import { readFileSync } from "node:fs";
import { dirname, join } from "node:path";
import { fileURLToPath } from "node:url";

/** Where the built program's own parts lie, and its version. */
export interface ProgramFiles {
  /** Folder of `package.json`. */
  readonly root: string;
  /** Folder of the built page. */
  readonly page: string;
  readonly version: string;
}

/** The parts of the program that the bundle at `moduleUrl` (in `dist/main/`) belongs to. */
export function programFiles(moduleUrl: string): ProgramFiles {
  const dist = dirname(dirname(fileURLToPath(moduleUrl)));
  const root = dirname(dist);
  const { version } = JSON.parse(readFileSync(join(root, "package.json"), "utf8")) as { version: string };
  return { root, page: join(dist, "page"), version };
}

- [Exercise aim]:
The records above are to be transcribed exactly and completely.

- [Response below]:
import { readFileSync } from "node:fs";
import { dirname, join } from "node:path";
import { fileURLToPath } from "node:url";

/** Where the built program's own parts lie, and its version. */
export interface ProgramFiles {
  /** Folder of `package.json`. */
  readonly root: string;
  /** Folder of the built page. */
  readonly page: string;
  readonly version: string;
}

/** The parts of the program that the bundle at `moduleUrl` (in `dist/main/`) belongs to. */
export function programFiles(moduleUrl: string): ProgramFiles {
  const dist = dirname(dirname(fileURLToPath(moduleUrl)));
  const root = dirname(dist);
  const { version } = JSON.parse(readFileSync(join(root, "package.json"), "utf8")) as { version: string };
  return { root, page: join(dist, "page"), version };
}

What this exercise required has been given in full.